Midnight in Pyongyang hopes to communicate the "legendary terrors and triumphs which test the Juche idea." Judging by the brief summaries provided, one also wonders if the inner fears and secrets of the evasive head of state will leak, coiling up from the pages like the enormous Ryugyong Hotel. For instance, "Imaginary Murals in the Metro," offers a look at what happens when emaciated, hellish paintings begin inexplicably appearing next to the well known Socialist realist art in Pyongyang's metro. "The Sweeping Roar of Decay" chronicles the fevered dreams of a soldier who lives in two DPRKs: one filled with unimagined affluence, marvelous technologies, and golden tributes to the Party towering into the sky. The other is a broken place consumed with tears, deserted buildings, shabby denizens, and moldering monuments to Juche accomplishments everyone seems to have forgotten.

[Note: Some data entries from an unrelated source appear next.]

export function validateSupplier(
  draft: SupplierDraft,
  book: Book,
  editing?: Supplier,
  newId?: () => string,
): FormResult<SupplierResult> {
  const problems: FieldProblems = {};
  const name = required(problems, 'name', draft.name, 'Name');
  if (name) {
    const clash = book.suppliers.find((s) => s.id !== editing?.id && s.name.trim().toLowerCase() === name.toLowerCase());
    if (clash) problems.name = `A supplier named ${clash.name} is already in the Book`;
  }
  limitLength(problems, 'notes', draft.notes.trim(), LIMITS.notes);
  const address = addressText(problems, 'address', draft.address);
  const paymentTerms = draft.paymentTerms.trim();
  if (/[\r\n]/.test(paymentTerms)) problems.paymentTerms = 'One line, as it is printed on the order (for example “30 days net”)';
  else limitLength(problems, 'paymentTerms', paymentTerms, LIMITS.name);
  const currency = draft.currency.trim().toUpperCase();
  if (!isCurrencyCode(currency)) problems.currency = 'Three letters, as in ISO 4217 (EUR, USD, GBP…)';
  const base = book.settings.baseCurrency;
  let rate: number | undefined;
  if (isCurrencyCode(currency) && currency !== base) {
    const t = draft.rate.trim();
    const n = t === '' ? NaN : Number(t);
    if (t === '') problems.rate = `Give how many ${base} one ${currency} is worth`;
    else if (!Number.isFinite(n) || n <= 0) problems.rate = `A positive number of ${base} for one ${currency}`;
    else if (n > LIMITS.rate) problems.rate = `At most ${LIMITS.rate.toLocaleString('en-GB')} ${base} for one ${currency}`;
    else rate = n;
  }
  const landed = landedTerms(draft, book, problems, currency, rate !== undefined);
  if (Object.keys(problems).length > 0) return { ok: false, problems };
  const record: Supplier = {
    id: editing?.id ?? (newId ?? (() => ''))(),
    rev: editing?.rev ?? 0,
    name,
    currency,
    notes: draft.notes.trim(),
    ...landed,
  };
  if (address !== '') record.address = address;
  if (paymentTerms !== '') record.paymentTerms = paymentTerms;
  if (editing?.mapping) record.mapping = editing.mapping;
  const checked = schemaFormResult(SupplierSchema, record);
  if (!checked.ok) return checked;
  const result: SupplierResult = { record };
  if (rate !== undefined && book.settings.rates[currency] !== rate) {
    result.settings = { ...book.settings, rates: { ...book.settings.rates, [currency]: rate } };
  }
  return { ok: true, record: result };
}

// ---------------------------------------------------------------------------------------------------------------
// Variants

export interface VariantDraft {
  code: string;
  name: string;
  notes: string;
  /** Parameter name → text; an empty text removes the parameter. */
  params: Record<string, string>;
  /** A parameter of the Book's own to add. */
  newParamName: string;
  newParamValue: string;
}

"Binding the Tentacle," which purports to be an unseen page from Kim Il Sung's diary, takes readers back to the elder Kim's days as a guerrilla leader during World War II. His warrior band aims to destroy a mysterious book bringing unspeakable terror to Koreans occupied by forces under a Japanese general with the "Innsmouth Look." This is clearly a Lovecraftian horror tale. "Midnight in Pyongyang" is the book's longest tale, and begins when a nameless successor to the Kim dynasty awakens in a pitch black capital to sounds of war. Thinking the "imperialists" have attacked, the Juche Prince rushes outside with his staff, but finds an impenetrable haze blanketing Pyongyang and a curious Buddhist temple no one has ever seen before.
The book's exact purpose and where it will appear are unknowns at this point. Is it a product of Kim's obsessions, ready to pour onto a Korean society that may struggle with strange concepts they have never before encountered? It's hard to see Midnight in Pyongyang gaining a large Western distribution either. Despite fascination with the introverted DPRK regime, Kim Jong Il is reviled by Westerners, by far the largest weird fiction audience. Still, the collection should gain serious interest when it does appear, barring a change of heart by the ailing Kim or his successors, if only due to its bizarre origins.